Do your cutoffs look like those pen blanks?


----------



## norman vandyke (Jun 23, 2015)

Most do. I have a bunch of stuff that could only be used for casting. I have a few other cutoff pieces I could cut into blanks about that size but they've got soft spots and are in bad need of stabilizing which I don't do.


----------



## kazuma78 (Jun 23, 2015)

I'm sure some casters and stabilizers here might have some interest. Are you going to sell any of your blanks? I'm not offering to buy since this isn't the right forum for it, I'm just asking.


----------



## norman vandyke (Jun 23, 2015)

Possibly. I'd just need to cut enough to fill a box first.

Reactions: Like 1


----------



## Jerry B (Jun 23, 2015)

when it comes to Burls, especially, you don't have to worry about matching grains, anything over 2-1/4" would be useable
most 2 piece blanks are 2" tubes, some single tubes are 3"
I'd say save all your cutoffs 2" or more, and someone would be able to use them, _especially _that russian olive burl

Reactions: Agree 1


----------



## ripjack13 (Jun 23, 2015)

Maybe I should include some of these "shorties" measurements in my list....

Reactions: Like 1


----------



## norman vandyke (Jun 23, 2015)

Jerry B said:


> when it comes to Burls, especially, you don't have to worry about matching grains, anything over 2-1/4" would be useable
> most 2 piece blanks are 2" tubes, some single tubes are 3"
> I'd say save all your cutoffs 2" or more, and someone would be able to use them, _especially _that russian olive burl


This is good then I cut a few more this afternoon...a couple will probably need stabilizing, maybe casting but overall pretty solid. Getting closer to a full box.

Reactions: EyeCandy! 1


----------



## Jerry B (Jun 24, 2015)

that's going to make a sweeet box if it ever gets filled, and finds it's way to another forum 
especially those 3 just right of center, the darker w/the sap, endgrain shows some really nice eyes  
How oily is this wood? I'm stabilizing a bunch of local Olive, even after drying to 2% MC, the wood is still very oily,
that'll make em even easier to apply a glossy finish once turned


----------



## norman vandyke (Jun 24, 2015)

These are bone dry at 0%. Doesn't feel oily to me.

Reactions: Like 1


----------



## ripjack13 (Jun 24, 2015)

I updated the list in my signature. How's it read to you guys?

Reactions: Like 1


----------



## rdabpenman (Jun 24, 2015)

Great looking cut offs.

Les

Reactions: Agree 1


----------



## duncsuss (Jun 24, 2015)

rdabpenman said:


> Great looking cut offs.


They are indeed 



ripjack13 said:


> I updated the list in my signature. How's it read to you guys?

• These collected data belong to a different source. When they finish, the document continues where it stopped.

"""The one error family of the `estimator` package."""


class EstimatorError(ValueError):
    """Base class of every error raised on purpose by `estimator`.

    It subclasses `ValueError`: every such error is about a value (a parameter,
    a sample, a file's content) that cannot be used as given.
    """


class ParameterError(EstimatorError):
    """A physical or tuning parameter that is impossible or inconsistent."""


class ProfileError(EstimatorError):
    """A cell profile that cannot be read or does not validate."""
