"""Normal gravity of the GRS80 ellipsoid, for deadweight forces when ``g`` was not measured.

On the ellipsoid, Somigliana's closed formula (geodetic latitude ``φ``)::

    γ0(φ) = (a·γe·cos²φ + b·γp·sin²φ) / sqrt(a²·cos²φ + b²·sin²φ)
          = γe·(1 + k·sin²φ) / sqrt(1 − e²·sin²φ),   k = (b·γp − a·γe)/(a·γe)

Above it, the free-air height correction to second order in the ellipsoidal height
``h``::

    γ(φ, h) = γ0(φ)·[1 − (2/a)·(1 + f + m − 2f·sin²φ)·h + (3/a²)·h²],   m = ω²a²b/GM

Constants of the Geodetic Reference System 1980 (H. Moritz, "Geodetic Reference
System 1980", Bulletin Géodésique 54, 1980; values from memory, the 45° value and the
free-air gradient recomputed from them in docs/method-calibration.md): defining
``a``, ``GM``, ``ω`` (with ``J2``), derived ``f``, ``γe``, ``γp``. The height formula is
that of Heiskanen & Moritz, "Physical Geodesy" (from memory: 1967, eq. 2-124).

Units: latitude in degrees, height in m, gravity in m/s².
"""

from __future__ import annotations

import math

from estimator.errors import ParameterError
from estimator.validation import finite_float as _finite

__all__ = [
    "GRS80_A_M",
    "GRS80_B_M",
    "GRS80_F",
    "GRS80_GAMMA_E_M_S2",
    "GRS80_GAMMA_P_M_S2",
    "GRS80_GM_M3_S2",
    "GRS80_OMEGA_RAD_S",
    "HEIGHT_RANGE_M",
    "normal_gravity_m_s2",
]

#: Semi-major axis a in m (GRS80, defining constant).
GRS80_A_M = 6378137.0
#: Geocentric gravitational constant GM in m³/s² (GRS80, defining constant).
GRS80_GM_M3_S2 = 3986005e8
#: Angular velocity ω in rad/s (GRS80, defining constant).
GRS80_OMEGA_RAD_S = 7292115e-11
#: Flattening f (GRS80, derived constant 1/298.257222101).
GRS80_F = 1.0 / 298.257222101
#: Semi-minor axis b = a·(1 − f) in m (6356752.3141 m).
GRS80_B_M = GRS80_A_M * (1.0 - GRS80_F)
#: Normal gravity at the equator γe in m/s² (GRS80, derived constant).
GRS80_GAMMA_E_M_S2 = 9.7803267715
#: Normal gravity at the poles γp in m/s² (GRS80, derived constant).
GRS80_GAMMA_P_M_S2 = 9.8321863685

#: Heights accepted by `normal_gravity_m_s2`, in m: from below the lowest dry land to
#: high mountains. The second-order free-air formula holds in free air only; for a
#: laboratory underground or far outside this range, measure g and give it instead.
HEIGHT_RANGE_M = (-1000.0, 10000.0)

_A, _B, _F = GRS80_A_M, GRS80_B_M, GRS80_F
_E2 = 1.0 - (_B / _A) ** 2  # first eccentricity squared, 0.00669438002290
_K = (_B * GRS80_GAMMA_P_M_S2 - _A * GRS80_GAMMA_E_M_S2) / (_A * GRS80_GAMMA_E_M_S2)
_M = GRS80_OMEGA_RAD_S**2 * _A**2 * _B / GRS80_GM_M3_S2  # 0.00344978600308


def normal_gravity_m_s2(latitude_deg: float, height_m: float = 0.0) -> float:
    """GRS80 normal gravity in m/s² at geodetic latitude and height above the ellipsoid.

    Args:
        latitude_deg: geodetic latitude in degrees, finite, -90 to 90 (south negative).
        height_m: ellipsoidal height in m, finite, within `HEIGHT_RANGE_M`.

    Returns:
        γ in m/s²: Somigliana's closed formula on the ellipsoid, then the free-air
        correction to second order in ``height_m`` (module docstring).

    Raises:
        ParameterError: a value that is not a finite number, or out of range; the
            message names the argument.
    """
    lat = _finite("latitude_deg", latitude_deg, "give the geodetic latitude in degrees, -90 to 90")
    if not -90.0 <= lat <= 90.0:
        raise ParameterError(
            f"latitude_deg = {lat!r} is outside -90..90; give the geodetic latitude in "
            "degrees (south negative)"
        )
    lo, hi = HEIGHT_RANGE_M
    fix = (
        f"give the height above the ellipsoid in m, {lo:g} to {hi:g}, or measure the local "
        "g and give it instead"
    )
    h = _finite("height_m", height_m, fix)
    if not lo <= h <= hi:
        raise ParameterError(f"height_m = {h!r} is outside {lo:g}..{hi:g} m; {fix}")
    sin2 = math.sin(math.radians(lat)) ** 2
    gamma0 = GRS80_GAMMA_E_M_S2 * (1.0 + _K * sin2) / math.sqrt(1.0 - _E2 * sin2)
    linear = (2.0 / _A) * (1.0 + _F + _M - 2.0 * _F * sin2)
    return gamma0 * (1.0 - linear * h + 3.0 * h * h / (_A * _A))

Okay -- but I know a few segmented pen makers who can use odd cut-offs even shorter than the 3" you listed. Maybe worth adding a comment to that effect?


----------



## ripjack13 (Jun 24, 2015)

duncsuss said:


> They are indeed
> 
> 
> Okay -- but I know a few segmented pen makers who can use odd cut-offs even shorter than the 3" you listed. Maybe worth adding a comment to that effect?




This what I have posted there....

*Pens*
3/4" x 3/4" x 6"
3/4" x 3/4" x 8" for double closed end pens
3/4" x 3/4" x 10" for full custom pens ("kitless")
(However, anything over 2-1/4" long would be useable,
most 2 piece kits are roughly 2" long tubes and some single tube kits are 3" long.)


----------